# Information
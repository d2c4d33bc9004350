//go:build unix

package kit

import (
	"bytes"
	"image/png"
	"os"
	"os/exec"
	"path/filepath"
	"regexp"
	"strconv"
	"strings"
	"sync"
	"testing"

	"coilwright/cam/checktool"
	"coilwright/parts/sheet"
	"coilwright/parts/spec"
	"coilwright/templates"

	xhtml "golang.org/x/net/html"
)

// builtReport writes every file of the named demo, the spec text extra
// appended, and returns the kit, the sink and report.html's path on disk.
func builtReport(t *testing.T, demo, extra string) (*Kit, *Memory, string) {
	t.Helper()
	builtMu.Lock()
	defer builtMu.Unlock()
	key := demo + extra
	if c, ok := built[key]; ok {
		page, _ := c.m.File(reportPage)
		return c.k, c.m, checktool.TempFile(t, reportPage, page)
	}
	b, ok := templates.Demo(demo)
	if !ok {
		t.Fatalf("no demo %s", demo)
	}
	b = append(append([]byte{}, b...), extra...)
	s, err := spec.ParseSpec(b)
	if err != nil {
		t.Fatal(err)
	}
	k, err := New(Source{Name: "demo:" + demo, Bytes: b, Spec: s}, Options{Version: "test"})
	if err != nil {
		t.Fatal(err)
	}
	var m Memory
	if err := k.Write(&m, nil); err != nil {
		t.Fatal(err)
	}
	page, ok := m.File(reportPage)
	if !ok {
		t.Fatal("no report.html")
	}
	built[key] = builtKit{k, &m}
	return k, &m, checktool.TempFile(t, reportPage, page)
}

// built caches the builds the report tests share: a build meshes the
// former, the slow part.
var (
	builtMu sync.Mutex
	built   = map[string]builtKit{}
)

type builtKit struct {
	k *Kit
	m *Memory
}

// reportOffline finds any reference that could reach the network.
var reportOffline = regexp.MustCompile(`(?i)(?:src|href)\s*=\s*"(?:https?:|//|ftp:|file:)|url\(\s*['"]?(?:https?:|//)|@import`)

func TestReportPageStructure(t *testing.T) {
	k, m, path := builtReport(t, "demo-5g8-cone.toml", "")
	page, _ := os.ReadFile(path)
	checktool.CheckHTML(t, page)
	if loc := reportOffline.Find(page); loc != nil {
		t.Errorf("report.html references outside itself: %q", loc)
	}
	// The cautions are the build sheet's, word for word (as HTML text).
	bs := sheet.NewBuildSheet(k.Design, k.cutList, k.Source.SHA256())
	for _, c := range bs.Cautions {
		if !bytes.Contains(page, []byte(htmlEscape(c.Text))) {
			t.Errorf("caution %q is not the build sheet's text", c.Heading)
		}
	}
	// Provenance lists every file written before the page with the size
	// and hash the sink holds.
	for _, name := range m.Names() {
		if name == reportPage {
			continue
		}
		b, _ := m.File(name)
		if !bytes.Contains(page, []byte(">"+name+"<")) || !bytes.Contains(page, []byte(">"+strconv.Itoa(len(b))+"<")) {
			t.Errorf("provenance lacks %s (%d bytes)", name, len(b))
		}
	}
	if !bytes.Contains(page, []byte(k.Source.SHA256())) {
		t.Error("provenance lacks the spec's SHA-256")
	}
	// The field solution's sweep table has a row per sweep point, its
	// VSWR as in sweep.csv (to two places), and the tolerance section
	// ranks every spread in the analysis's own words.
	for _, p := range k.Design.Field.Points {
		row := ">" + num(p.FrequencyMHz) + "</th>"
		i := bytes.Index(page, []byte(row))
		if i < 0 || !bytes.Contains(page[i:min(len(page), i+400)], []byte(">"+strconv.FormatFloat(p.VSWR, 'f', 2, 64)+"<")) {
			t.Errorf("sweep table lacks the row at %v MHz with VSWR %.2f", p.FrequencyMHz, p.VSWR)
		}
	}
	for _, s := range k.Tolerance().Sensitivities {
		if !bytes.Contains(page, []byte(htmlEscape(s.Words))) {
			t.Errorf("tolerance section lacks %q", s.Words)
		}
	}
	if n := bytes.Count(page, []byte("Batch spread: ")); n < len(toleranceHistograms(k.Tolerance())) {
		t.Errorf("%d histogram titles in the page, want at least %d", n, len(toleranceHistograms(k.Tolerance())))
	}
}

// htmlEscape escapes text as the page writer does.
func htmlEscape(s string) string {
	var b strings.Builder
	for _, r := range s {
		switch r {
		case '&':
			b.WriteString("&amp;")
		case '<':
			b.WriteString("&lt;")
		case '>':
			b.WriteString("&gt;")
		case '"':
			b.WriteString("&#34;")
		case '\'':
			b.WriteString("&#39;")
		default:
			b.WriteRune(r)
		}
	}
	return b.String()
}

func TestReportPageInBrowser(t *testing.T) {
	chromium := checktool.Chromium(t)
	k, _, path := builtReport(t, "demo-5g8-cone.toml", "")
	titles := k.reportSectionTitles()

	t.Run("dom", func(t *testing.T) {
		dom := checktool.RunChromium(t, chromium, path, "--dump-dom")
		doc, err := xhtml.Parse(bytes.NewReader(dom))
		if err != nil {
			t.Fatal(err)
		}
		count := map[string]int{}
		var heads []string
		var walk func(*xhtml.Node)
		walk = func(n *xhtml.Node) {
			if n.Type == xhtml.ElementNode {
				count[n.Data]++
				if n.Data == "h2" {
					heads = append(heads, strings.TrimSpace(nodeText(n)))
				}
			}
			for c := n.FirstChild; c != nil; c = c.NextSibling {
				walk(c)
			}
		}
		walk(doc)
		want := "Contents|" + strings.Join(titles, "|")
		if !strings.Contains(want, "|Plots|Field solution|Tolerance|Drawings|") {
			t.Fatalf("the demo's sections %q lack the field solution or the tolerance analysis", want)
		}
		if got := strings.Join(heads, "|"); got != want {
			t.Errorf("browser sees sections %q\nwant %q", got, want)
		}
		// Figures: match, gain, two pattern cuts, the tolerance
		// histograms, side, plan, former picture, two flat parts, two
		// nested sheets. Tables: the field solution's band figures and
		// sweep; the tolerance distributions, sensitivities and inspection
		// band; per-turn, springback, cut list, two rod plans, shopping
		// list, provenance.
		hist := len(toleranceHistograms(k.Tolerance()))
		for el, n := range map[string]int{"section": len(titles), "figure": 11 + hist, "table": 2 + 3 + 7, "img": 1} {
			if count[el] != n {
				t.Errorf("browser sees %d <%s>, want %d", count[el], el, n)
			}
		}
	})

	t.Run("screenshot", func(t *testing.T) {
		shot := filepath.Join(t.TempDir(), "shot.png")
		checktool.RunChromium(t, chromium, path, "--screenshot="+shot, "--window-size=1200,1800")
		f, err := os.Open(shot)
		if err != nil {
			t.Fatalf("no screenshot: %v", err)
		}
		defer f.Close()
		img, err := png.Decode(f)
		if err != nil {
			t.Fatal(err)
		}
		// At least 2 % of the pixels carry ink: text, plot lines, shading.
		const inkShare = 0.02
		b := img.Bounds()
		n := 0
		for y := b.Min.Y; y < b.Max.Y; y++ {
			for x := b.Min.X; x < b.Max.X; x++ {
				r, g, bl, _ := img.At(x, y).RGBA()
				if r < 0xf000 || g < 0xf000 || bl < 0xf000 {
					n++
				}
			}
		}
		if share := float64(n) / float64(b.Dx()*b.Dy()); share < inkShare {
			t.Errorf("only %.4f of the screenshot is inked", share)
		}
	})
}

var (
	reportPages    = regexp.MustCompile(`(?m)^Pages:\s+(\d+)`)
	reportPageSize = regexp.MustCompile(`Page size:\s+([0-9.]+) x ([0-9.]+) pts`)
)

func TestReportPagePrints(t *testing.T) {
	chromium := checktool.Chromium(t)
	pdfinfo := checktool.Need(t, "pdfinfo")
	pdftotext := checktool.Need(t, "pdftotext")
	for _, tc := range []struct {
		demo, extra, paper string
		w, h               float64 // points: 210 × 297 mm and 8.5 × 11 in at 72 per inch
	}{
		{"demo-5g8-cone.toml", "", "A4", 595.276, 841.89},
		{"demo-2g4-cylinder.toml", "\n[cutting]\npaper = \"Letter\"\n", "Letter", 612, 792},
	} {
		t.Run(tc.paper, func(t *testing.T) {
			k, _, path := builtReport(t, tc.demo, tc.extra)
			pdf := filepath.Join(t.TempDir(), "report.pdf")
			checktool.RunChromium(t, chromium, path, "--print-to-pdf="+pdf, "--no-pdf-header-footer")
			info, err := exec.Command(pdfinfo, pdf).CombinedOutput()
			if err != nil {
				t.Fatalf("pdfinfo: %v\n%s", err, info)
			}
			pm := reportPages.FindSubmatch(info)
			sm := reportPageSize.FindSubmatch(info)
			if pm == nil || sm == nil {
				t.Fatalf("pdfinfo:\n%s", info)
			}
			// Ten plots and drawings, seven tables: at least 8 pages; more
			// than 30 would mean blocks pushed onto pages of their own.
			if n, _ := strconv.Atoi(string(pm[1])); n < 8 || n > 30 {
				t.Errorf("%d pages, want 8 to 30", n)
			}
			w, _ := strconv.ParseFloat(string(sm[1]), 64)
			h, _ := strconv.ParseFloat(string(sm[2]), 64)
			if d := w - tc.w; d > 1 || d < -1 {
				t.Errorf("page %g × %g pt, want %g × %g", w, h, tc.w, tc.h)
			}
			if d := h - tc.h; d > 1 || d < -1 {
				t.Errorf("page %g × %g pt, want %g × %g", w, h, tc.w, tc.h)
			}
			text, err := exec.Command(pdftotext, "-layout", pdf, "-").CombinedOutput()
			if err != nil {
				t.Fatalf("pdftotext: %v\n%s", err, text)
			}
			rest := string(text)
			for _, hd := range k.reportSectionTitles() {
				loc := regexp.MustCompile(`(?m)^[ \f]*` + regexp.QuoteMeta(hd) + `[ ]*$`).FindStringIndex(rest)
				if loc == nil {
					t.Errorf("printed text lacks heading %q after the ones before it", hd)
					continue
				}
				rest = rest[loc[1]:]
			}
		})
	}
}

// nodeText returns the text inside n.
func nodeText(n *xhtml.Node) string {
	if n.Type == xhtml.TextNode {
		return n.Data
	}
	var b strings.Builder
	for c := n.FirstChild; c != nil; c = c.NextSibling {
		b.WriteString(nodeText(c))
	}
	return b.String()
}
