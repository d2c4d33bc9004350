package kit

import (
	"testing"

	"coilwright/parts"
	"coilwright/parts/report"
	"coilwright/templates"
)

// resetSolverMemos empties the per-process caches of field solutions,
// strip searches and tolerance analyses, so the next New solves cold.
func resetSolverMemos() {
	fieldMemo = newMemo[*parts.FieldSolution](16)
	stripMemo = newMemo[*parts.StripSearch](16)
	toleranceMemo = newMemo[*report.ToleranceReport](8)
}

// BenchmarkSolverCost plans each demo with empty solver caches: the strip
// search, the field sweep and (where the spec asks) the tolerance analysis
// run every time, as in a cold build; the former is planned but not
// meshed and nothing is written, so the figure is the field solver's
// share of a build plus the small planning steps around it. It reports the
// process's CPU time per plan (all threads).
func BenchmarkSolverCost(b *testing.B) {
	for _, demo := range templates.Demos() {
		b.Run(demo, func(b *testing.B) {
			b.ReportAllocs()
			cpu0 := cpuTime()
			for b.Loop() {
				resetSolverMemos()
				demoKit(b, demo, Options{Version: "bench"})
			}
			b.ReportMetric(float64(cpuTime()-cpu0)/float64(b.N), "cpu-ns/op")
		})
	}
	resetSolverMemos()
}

# What the task asks
Copy out every line of the data that includes the word "resetSolverMemos".

# Expected answer
// resetSolverMemos empties the per-process caches of field solutions,
func resetSolverMemos() {
				resetSolverMemos()
	resetSolverMemos()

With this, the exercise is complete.